IMP NOTE: Default THROW statement will show the exact line where the exception was occurred, here the line number is 2. But RAISERROR() will show the line number where the RAISERROR statement was executed i.e. Line 15 and not the actual exception.
Also passing the message_id won’t require it to be stored in sys.messages, let’s check this:

-- Using THROW - 2
DECLARE
@ERR_MSG AS NVARCHAR(4000)
,@ERR_STA AS SMALLINT
BEGIN TRY
SELECT 1/0 as DivideByZero
END TRY
BEGIN CATCH
SELECT @ERR_MSG = ERROR_MESSAGE(),
@ERR_STA = ERROR_STATE()
SET @ERR_MSG= 'Error occurred while retrieving the data from database: ' + @ERR_MSG;
THROW 50001, @ERR_MSG, @ERR_STA;
END CATCH
GO

Output:
(0 row(s) affected)
Msg 50001, Level 16, State 1, Line 14
Error occurred while retrieving the data from database: Divide by zero error encountered.
But if you parameterize the THROW statement as above it will not show the actual position of exception occurrence, and the behavior will be same as RAISERROR().
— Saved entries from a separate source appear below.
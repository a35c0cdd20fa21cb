import { describe, expect, it } from 'vitest';
import { toLinear } from '../colour';
import { seededRandom } from '../random';
import { createPlane, type RasterImage } from '../types';
import { imageToLinear } from './linear-light';

const bytes = (a: Float32Array) => Buffer.from(a.buffer, a.byteOffset, a.byteLength);

describe('imageToLinear: table lookup for 8/16-bit codes, same bits as colour.ts toLinear', () => {
	it('matches toLinear bit for bit on 8-bit, 16-bit, arbitrary and edge values', () => {
		// Reference: colour.ts toLinear (IEC 61966-2-1:1999 §5.2 formula applied value by value).
		const random = seededRandom(5);
		const values: number[] = [0, -0, 1, 0.04045, Math.fround(0.04045), -0.01, 1.2, 1e-9];
		for (let n = 0; n <= 255; n++) values.push(n / 255);
		for (let n = 0; n <= 65535; n += 7) values.push(n / 65535);
		for (let i = 0; i < 5000; i++) values.push(random());
		const plane = createPlane(1, values.length, Float32Array.from(values));
		const img: RasterImage = { width: values.length, height: 1, planes: [plane], transfer: 'srgb', sourceBitDepth: 16 };
		const ours = imageToLinear(img).planes[0].data;
		const reference = toLinear(img).planes[0].data;
		expect(bytes(ours).equals(bytes(reference))).toBe(true);
		expect(Object.is(ours[1], -0)).toBe(true);
		const linear = { ...img, transfer: 'linear' as const };
		expect(bytes(imageToLinear(linear).planes[0].data).equals(bytes(toLinear(linear).planes[0].data))).toBe(true);
	});

	it('still rejects non-finite values as srgbToLinear does', () => {
		const img: RasterImage = { width: 2, height: 1, planes: [createPlane(1, 2, Float32Array.from([0.5, NaN]))], transfer: 'srgb', sourceBitDepth: 8 };
		expect(() => imageToLinear(img)).toThrow(RangeError);
	});
});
As with RAISERROR() you've to provide mandatory params, so there is no way to get the actual position of Line where the error occurred.

2014-03-05

Update View Definition After Underlying Table Changed

One of the tasks that a SQL Server DBA/developer mostly miss out is to update the definition of all the dependent views after an underlying table changed its schema (add/drop/modify a column). Unlike the recompilation of stored procedures, SQL Server will NOT automatically refresh the definition of views in case of table schema change, you must do it manually by running the sp_refreshview system stored procedure.
But why it's easily missed out by so many DBA? Because 1) no error will be raised when you alter the table (except you have SCHEMABINDING view); 2) if the SQL developer follows a good coding practice - avoid using "SELECT * FROM...", when writing any SQL objects, including views, then even the view definition is outdated, mostly the view performs exactly the same as before (I just can say mostly, because SQL Server keeps changed its internal mechanism, and there are too much variations of your coding in the real world).
Below is an example shows why you need to run sp_refreshview explicitly:
-- Create sample table for SQL view object
Create Table ViewTable (
id int identity(1,1),
viewname sysname,
description nvarchar(max),
active bit
)
go
-- Insert sample data into SQL table
insert into ViewTable select 'SQLView1','Sample SQL View',1
insert into ViewTable select 'SQLView2','Example T-SQL View',1
go
-- Create Transact-SQL View in SQL Server
Create View ViewTableList
as
select * from ViewTable
go

SELECT * FROM ViewTable -- read data from database table
SELECT * FROM ViewTableList -- read data from SQL view object

Alter Table ViewTable Add CreateDate datetime
go
SELECT * FROM ViewTable -- Select data directly from database table
SELECT * FROM ViewTableList -- Select data from non-updated view

Execute sp_refreshview 'ViewTableList' -- refresh view definition in SQL Server

SELECT * FROM ViewTable -- Select data directly from database table
SELECT * FROM ViewTableList -- Select data from updated view

Anyway, do it manually can prevent any uncertainties. Keep this step as one of your DBA practices.